→ EXERCISE REQUIREMENTS
Find the line with "let log_x = ((log(2.0" in the records below. Copy it and every line after it, up to and including the line with "let log_t = falling_log_tail(log_tail, log(p), start)".

[Dataset entries]
'''

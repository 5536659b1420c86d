//! Student's t distribution.

use libm::{exp, lgamma, log};

use super::beta::Point;
use super::root::falling_log_tail;
use super::{DistributionError, Domain, normal};

const DOMAIN: Domain = Domain("t");

/// The point df / (df + t^2) for t = e^`log_t`.
fn point(t: f64, log_t: f64, df: f64) -> Point {
    Point::at_ratio(df / 2.0, 0.5, t * t, (t - 1.0) * (t + 1.0), 2.0 * log_t)
}

/// P(|T| > |`t`|) with `df` degrees of freedom, fractional ones included.
///
/// I_x(df / 2, 1/2) with x = df / (df + t^2).
///
/// # Errors
/// `t` not finite; `df` not finite and above 0.
pub fn two_tails(t: f64, df: f64) -> Result<f64, DistributionError> {
    DOMAIN.finite("the statistic", t)?;
    DOMAIN.positive("the degrees of freedom", df)?;
    if t == 0.0 {
        return Ok(1.0);
    }
    Ok(point(t.abs(), log(t.abs()), df).both_tails()?.lower)
}

/// P(T > `t`).
///
/// # Errors
/// As for [`two_tails`].
///
/// ```
/// // One degree of freedom is Cauchy's distribution: a quarter lies above 1.
/// let p = aforesaid::stats::dist::student::upper_tail(1.0, 1.0).unwrap();
/// assert!((p - 0.25).abs() < 1e-15);
/// ```
pub fn upper_tail(t: f64, df: f64) -> Result<f64, DistributionError> {
    let half = 0.5 * two_tails(t, df)?;
    // For a negative t the tail is at least 1/2: nothing cancels.
    Ok(if t < 0.0 { 0.5 + (0.5 - half) } else { half })
}

/// The t with P(T > t) = `p`; negative for `p` above 1/2.
///
/// # Errors
/// `p` not inside 0 to 1; `df` not finite and above 0; a quantile beyond the
/// range of doubles.
pub fn quantile_upper(p: f64, df: f64) -> Result<f64, DistributionError> {
    DOMAIN.probability("the tail", p)?;
    DOMAIN.positive("the degrees of freedom", df)?;
    if p > 0.5 {
        return Ok(-quantile_upper(1.0 - p, df)?);
    }
    if p == 0.5 {
        return Ok(0.0);
    }
    // Two lower bounds of the quantile: the normal one, since t has longer tails, and
    // the one from I_x(a, 1/2) >= x^a / (a B(a, 1/2)).
    let z = normal::quantile_upper(p)?;
    let a = df / 2.0;
    let log_beta = lgamma(a) + lgamma(0.5) - lgamma(a + 0.5);
    let log_x = ((log(2.0 * p * a) + log_beta) / a).min(-1e-300);
    let log_by_power = 0.5 * (log(df) + log(-libm::expm1(log_x)) - log_x);
    let start = log(z).max(log_by_power);
    let log_tail = |u: f64| {
        let here = point(exp(u), u, df);
        let both = here.both_tails()?.lower;
        Ok((log(0.5 * both), -2.0 * here.density_factor() / both))
    };
    let log_t = falling_log_tail(log_tail, log(p), start)
        .map_err(|e| e.unwrap_or(DOMAIN.out_of_reach("the search for the quantile did not settle")))?;
    let t = exp(log_t);
    if t.is_finite() && t > 0.0 { Ok(t) } else { Err(DOMAIN.out_of_reach("the quantile leaves the range of double precision")) }
}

'''

→ TASK OUTPUT
    let log_x = ((log(2.0 * p * a) + log_beta) / a).min(-1e-300);
    let log_by_power = 0.5 * (log(df) + log(-libm::expm1(log_x)) - log_x);
    let start = log(z).max(log_by_power);
    let log_tail = |u: f64| {
        let here = point(exp(u), u, df);
        let both = here.both_tails()?.lower;
        Ok((log(0.5 * both), -2.0 * here.density_factor() / both))
    };
    let log_t = falling_log_tail(log_tail, log(p), start)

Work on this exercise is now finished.